There may be a complete loss of activity in GST-M1 and GST-T1, and a gene variant is known to result in altered enzyme activity in GST-P1.
Microsomal epoxide hydrolase (mEH)converts highly reactive epoxides from phase I into water-soluble substances and renders them excretable. Besides foreign substances such as acrylamides from potato chips, benzenes (street traffic) and aflatoxins (toxic molds), various drugs are neutralized. There are two mutations in the mEH gene which, depending on their occurrence, lead to increased or decreased mEH activity and can result in increased toxicity of epoxide-forming substances during detoxification.
Several variants in the N-acetyltransferase 2 (NAT2) gene lead to the "slow acetylator" type in phase II. The accumulation of radical phase I metabolites can induce toxic effects as well as clinically relevant adverse drug reactions including hypersensitivity, neuropathy or leukopenia. NAT2 is formed in the liver where it triggers the detoxification of benz(a)pyrene, polycyclic aromatics, and hydrazines and is also involved in the breakdown of amino acids.
Paraoxonase 1 (PON1) hydrolyzes a multitude of nerve toxins and various organophosphorus insecticides that are still frequently used, such as parathion (E605), diazinon and the widely used chlorpyrifos, along with numerous other toxic substances. Two genetic variants in the PON1 gene are associated with reduced enzyme activity
Superoxide dismutase 2 (SOD2) protects mitochondria from oxidative stress through free oxygen radicals.
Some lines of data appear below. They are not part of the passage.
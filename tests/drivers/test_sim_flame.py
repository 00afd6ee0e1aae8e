"""Flame models of the simulator against published check values (e^{+iωt} convention).

Every phase below is for x(t) = Re{x̂ e^{+iωt}}: a delay τ gives phase -ωτ.
"""

from __future__ import annotations

import control
import numpy as np
import pytest

from drivers.simulated import flame


def test_n_tau_phase_at_100_hz():
    # Crocco n–τ model; check value: τ = 2 ms → phase -72° at 100 Hz (e^{+iωt}).
    f = flame.n_tau(100.0, 1.0, 2e-3)
    assert np.degrees(np.angle(f)) == pytest.approx(-72.0, abs=1e-9)
    assert abs(f) == pytest.approx(1.0)


def test_gaussian_distributed_delay_gains():
    # Komarek & Polifke 2010, J. Eng. Gas Turbines Power 132:061503: τ = 3 ms, σ = 0.5 ms
    # → |F| = 0.951850 at 100 Hz and 0.641381 at 300 Hz.
    gains = np.abs(flame.gaussian_delay(np.array([100.0, 300.0]), 1.0, 3e-3, 0.5e-3))
    assert gains == pytest.approx([0.951850, 0.641381], abs=2e-6)
    # e^{+iωt}: the phase is that of the mean delay, -ωτ.
    ph = np.angle(flame.gaussian_delay(100.0, 1.0, 3e-3, 0.5e-3))
    assert ph == pytest.approx(np.angle(np.exp(-1j * 2 * np.pi * 100.0 * 3e-3)))


def test_conical_flame_gain_and_conjugated_phase():
    # Schuller, Durox & Candel 2003, Combust. Flame 134:21-34, uniform-velocity conical flame:
    # |F| = 0.97253, 0.89374, 0.48015 at ω* = 1, 2, 5 (their e^{-iωt} form).
    w = np.array([1.0, 2.0, 5.0])
    f = flame.conical_from_reduced(w)
    assert np.abs(f) == pytest.approx([0.97253, 0.89374, 0.48015], abs=2e-5)
    # Their form conjugated for e^{+iωt}: the phase is minus the phase of their expression,
    # i.e. a lag (negative) at small ω* (Taylor: F ≈ 1 - iω*/3 here).
    theirs = 2.0 / w**2 * (1.0 - np.exp(1j * w) + 1j * w)
    assert np.angle(f) == pytest.approx(-np.angle(theirs), abs=1e-12)
    assert np.angle(f[0]) < 0.0
    # Low-pass and unit gain as ω* → 0 (common practice for premixed flames).
    assert abs(flame.conical_from_reduced(1e-5)) == pytest.approx(1.0, abs=1e-9)


def test_conical_reduced_frequency():
    # ω* = ωR/(S_L cos α) (Schuller et al. 2003).
    w = flame.conical_reduced_frequency(100.0, 0.01, 0.4, np.radians(30.0))
    assert w == pytest.approx(2 * np.pi * 100.0 * 0.01 / (0.4 * np.cos(np.radians(30.0))))


def test_clip_describing_function_check_value():
    # Describing function of a clip: N = 0.608998 at n a/a_s = 2 (Gelb & Vander Velde 1968).
    assert flame.clip_describing_function(0.5) == pytest.approx(0.608998, abs=1e-6)
    assert flame.clip_describing_function(1.5) == 1.0


@pytest.mark.parametrize("amplitude", [1.1, 2.0, 3.7, 10.0])
def test_clip_describing_function_against_python_control(amplitude):
    # Independent reference: python-control's describing function of a unit saturation.
    ref = control.describing_function(control.saturation_nonlinearity(1.0), amplitude)
    assert flame.clip_describing_function(1.0 / amplitude) == pytest.approx(ref.real, abs=1e-6)


def test_flame_model_saturation_scales_linear_response():
    # FDF of a saturating n–τ flame: F = n e^{-iωτ} N(a_s/(n a)) (e^{+iωt}).
    model = flame.FlameModel(kind="n_tau", n=1.2, tau_s=2e-3, saturation=0.3)
    a = 0.5  # n a / a_s = 2
    fdf = model.describing(100.0, a)
    assert abs(fdf) == pytest.approx(1.2 * 0.608998, abs=1e-5)
    assert np.angle(fdf) == pytest.approx(np.radians(-72.0))
    assert model.describing(100.0, 0.01) == pytest.approx(model.linear(100.0))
This enzyme also plays an essential role in the detoxification of dental alloys. A gene mutation is associated with diminished enzyme activity, which means that carriers of this gene mutation are at risk of damage to the mitochondria. The result is accelerated aging. These patients also have an increased risk of cardiomyopathy from iron overload, degenerative bone processes, autoimmune diseases, male infertility, breast cancer, ovarian cancer and possibly Parkinson's disease.
Clinical Significance and Therapy
First, MCS sufferers describe limited productivity. Muscle, limb, and headaches are often reported, an inexplicable vulnerability to infections, concentration and word-finding difficulties, and almost always sleep disorders.
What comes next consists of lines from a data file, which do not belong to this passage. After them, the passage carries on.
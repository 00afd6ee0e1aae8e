"""Rig-side blow-off of the simulated flame: flow reversal and self-excitation.

A premixed flame cannot stay anchored when the flow at the burner exit reverses during
part of each cycle (common practice), i.e. when the true peak |û_ref|/ū_ref reaches 1.
The simulator blows its flame off there whatever the scenario's optional flame_out fault
says, records a "blow-off" rig event and logs a warning. Amplitudes here are PEAK values;
phases use x(t) = Re{x̂ e^{+iωt}}.
"""

from __future__ import annotations

import logging
from pathlib import Path

import numpy as np
import pytest

from app.rig import load_rig, read_toml
from drivers.simulated import SimulatedBurner, truth
from drivers.simulated.scenario import scenario_from_dict

CONFIGS = Path(__file__).resolve().parents[2] / "configs"
DEMO = CONFIGS / "demo-scenario.toml"


@pytest.fixture(scope="module")
def rig():
    return load_rig(CONFIGS / "demo-rig.toml")


def demo_with(**sections):
    data = read_toml(DEMO)
    for name, values in sections.items():
        data[name] = {**data.get(name, {}), **values}
    return scenario_from_dict(data, str(DEMO))


def no_flame_out():
    return demo_with(faults={"flame_out": {"enabled": False}})


def runaway_point(rig, scenario):
    """The reproduction: drive 400–600 Hz at up to the ceiling; the true forced amplitude
    ratio (the model's saturated fixed point) passes flow reversal somewhere."""
    freqs = np.arange(400.0, 601.0, 20.0)
    volts = (0.5, 1.0, rig.drive.ceiling)
    table = np.array([[truth.true_amplitude_ratio(scenario, f, v) for v in volts] for f in freqs])
    i, j = np.unravel_index(np.argmax(table), table.shape)
    return float(freqs[i]), float(volts[j]), float(table[i, j])


def light_and_blocks(sim, seconds, freq_hz, drive_v):
    sim.start()
    if drive_v:
        sim.set_drive(freq_hz, drive_v)
    n = int(round(seconds / sim.rig.acquisition.block_duration))
    blocks = [sim.read_block() for _ in range(n)]
    return np.concatenate([b.data for b in blocks], axis=1)


def test_forced_flow_reversal_blows_the_flame_off_without_the_scenario_fault(rig, caplog):
    scenario = no_flame_out()
    freq, volts, peak = runaway_point(rig, scenario)
    assert peak >= 1.0  # the runaway: a steady forced response with the flow reversing
    sim = SimulatedBurner(rig, scenario, seed=3)
    with caplog.at_level(logging.WARNING, logger="drivers.simulated"):
        data = light_and_blocks(sim, 1.0, freq, volts)
    assert not sim.flame_on
    (event,) = sim.rig_events
    assert event.name == "blow-off"
    assert 1.0 <= event.amplitude_ratio < 1.02  # at the first sample past reversal (slow ramp)
    assert event.time_s == pytest.approx(event.sample_index / sim.sample_rate_hz)
    assert event.time_s < rig.drive.ramp_time + 0.05  # during the guard's ramp up
    assert any("blow-off" in r.getMessage() for r in caplog.records)
    fs = sim.sample_rate_hz
    light = data[sim.channels.index("pmt")]
    k = event.sample_index
    assert light[: int(0.5 * k)].mean() > 1.0
    assert light[k + int(0.01 * fs):].mean() == pytest.approx(sim.model.dark_offset_v, abs=2e-3)
    # it stays out, and the acoustics have lost the flame: at a drive low enough for the ADC
    # the sensors see the flameless network
    low_v = 0.05
    sim.set_drive(freq, low_v)
    while sim.drive_status().ramping:
        sim.read_block()
    sim.read_block()
    tail = np.concatenate([sim.read_block().data for _ in range(5)], axis=1)
    assert not sim.flame_on and len(sim.rig_events) == 1
    cold = sim.model.response(freq, low_v, sim.model.drift_state(sim.time_s), flame=False)
    hot = sim.model.response(freq, low_v, sim.model.drift_state(sim.time_s), flame=True)
    t = np.arange(tail.shape[1]) / fs
    basis = np.column_stack([np.cos(2 * np.pi * freq * t), np.sin(2 * np.pi * freq * t), np.ones_like(t)])
    for i, factor in enumerate(sim.model.sensor_factor):
        c, *_ = np.linalg.lstsq(basis, tail[i], rcond=None)
        measured = np.hypot(c[0], c[1])
        assert measured == pytest.approx(abs(factor * cold.pressure_per_v[i]) * low_v, rel=0.03)
        assert measured != pytest.approx(abs(factor * hot.pressure_per_v[i]) * low_v, rel=0.1)


def test_the_scenario_flame_out_below_reversal_comes_first(rig):
    # The demo's own flame_out fault (amplitude 0.9) acts before the flow reverses.
    sim = SimulatedBurner(rig, seed=4)
    freq, volts, _ = runaway_point(rig, sim.scenario)
    light_and_blocks(sim, 1.0, freq, volts)
    (event,) = sim.rig_events
    assert event.name == "flame-out" and 0.9 < event.amplitude_ratio < 1.0


def test_no_event_below_reversal(rig):
    scenario = no_flame_out()
    sim = SimulatedBurner(rig, scenario, seed=5)
    freq, _, _ = runaway_point(rig, scenario)
    assert truth.true_amplitude_ratio(sim, freq, 0.1) < 0.5
    light_and_blocks(sim, 0.6, freq, 0.1)
    assert sim.flame_on and sim.rig_events == ()


def test_self_excited_rig_blows_off_after_its_oscillation_grows(rig, caplog):
    # Without its burner loss the demo is linearly unstable (test_sim_stability); its limit
    # cycle lies beyond flow reversal, so the flame blows off with no drive at all.
    scenario = demo_with(burner={"loss_coefficient": 0.0}, faults={"flame_out": {"enabled": False}})
    with caplog.at_level(logging.WARNING, logger="drivers.simulated"):
        sim = SimulatedBurner(rig, scenario, seed=6)
        data = light_and_blocks(sim, 0.5, 0.0, 0.0)
    assert sim.warnings and "linearly unstable" in sim.warnings[0]
    assert any("linearly unstable" in r.getMessage() for r in caplog.records)
    lc = sim.stability.limit_cycle
    worst = max(sim.stability.unstable_modes, key=lambda m: m.growth_rate_per_s)
    (event,) = sim.rig_events
    assert event.name == "blow-off" and not sim.flame_on
    # Stuart–Landau growth from the lighting amplitude (selfexcited; derived)
    assert event.time_s == pytest.approx(lc.time_to_reversal_s(worst.growth_rate_per_s), abs=2.0 / sim.sample_rate_hz)
    # before the blow-off the pressures carry the growing mode, at its frequency
    fs, k = sim.sample_rate_hz, event.sample_index
    p1 = data[0, k - int(0.02 * fs):k]
    spec = np.abs(np.fft.rfft(p1 * np.hanning(p1.size), 64 * p1.size))
    peak_hz = np.fft.rfftfreq(64 * p1.size, 1 / fs)[np.argmax(spec)]
    assert peak_hz == pytest.approx(lc.freq_hz, rel=0.05)


def test_self_excited_rig_below_reversal_keeps_burning_with_its_limit_cycle(rig):
    # Same unstable rig, but a flame that saturates early: the limit cycle stays below
    # reversal and shows in the signals with no drive (the engine sees a loud rig).
    scenario = demo_with(burner={"loss_coefficient": 0.0}, flame={"saturation": 0.05},
                         faults={"flame_out": {"enabled": False}})
    sim = SimulatedBurner(rig, scenario, seed=7)
    lc = sim.stability.limit_cycle
    assert not lc.flow_reversal
    data = light_and_blocks(sim, 1.5, 0.0, 0.0)
    assert sim.flame_on and sim.rig_events == ()
    fs, ex = sim.sample_rate_hz, sim._excitation
    tail = data[:, int(1.0 * fs):]
    t = np.arange(tail.shape[1]) / fs
    basis = np.column_stack([np.cos(2 * np.pi * lc.freq_hz * t), np.sin(2 * np.pi * lc.freq_hz * t), np.ones_like(t)])
    for i, factor in enumerate(sim.model.sensor_factor):
        c, *_ = np.linalg.lstsq(basis, tail[i], rcond=None)
        expected = abs(factor * ex.pressure_per_ratio[i]) * lc.amplitude_ratio
        assert np.hypot(c[0], c[1]) == pytest.approx(expected, rel=0.05)
    light = tail[sim.channels.index("pmt")]
    c, *_ = np.linalg.lstsq(basis, light, rcond=None)
    assert np.hypot(c[0], c[1]) > 0.02 * (light.mean() - sim.model.dark_offset_v)  # the flame oscillates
The MCS-like diagnoses are CFS (Chronic Fatigue Syndrome), fibromyalgia (undifferentiated pain syndrome), sick building syndrome (SBS), electromagnetic hypersensitivity (EMF), idiopathic environmental intolerance (IEI) or aerotoxic syndrome in frequent flyers. University medicine can offer no causal concept here.
Migraines, various tumors, rheumatism, Alzheimer's and other chronic diseases are also more likely to occur due to an undetected and untreated impaired detoxification capacity.
Over the past 20 years, numerous studies have increasingly confirmed that these ailments are caused by gene-environment interactions.
Through systematic detoxification treatments, we have been able to help many of those affected in very tangible ways to significantly alleviate their symptoms.
INUSpheresis® proved to be effective and helpful in many MCS cases.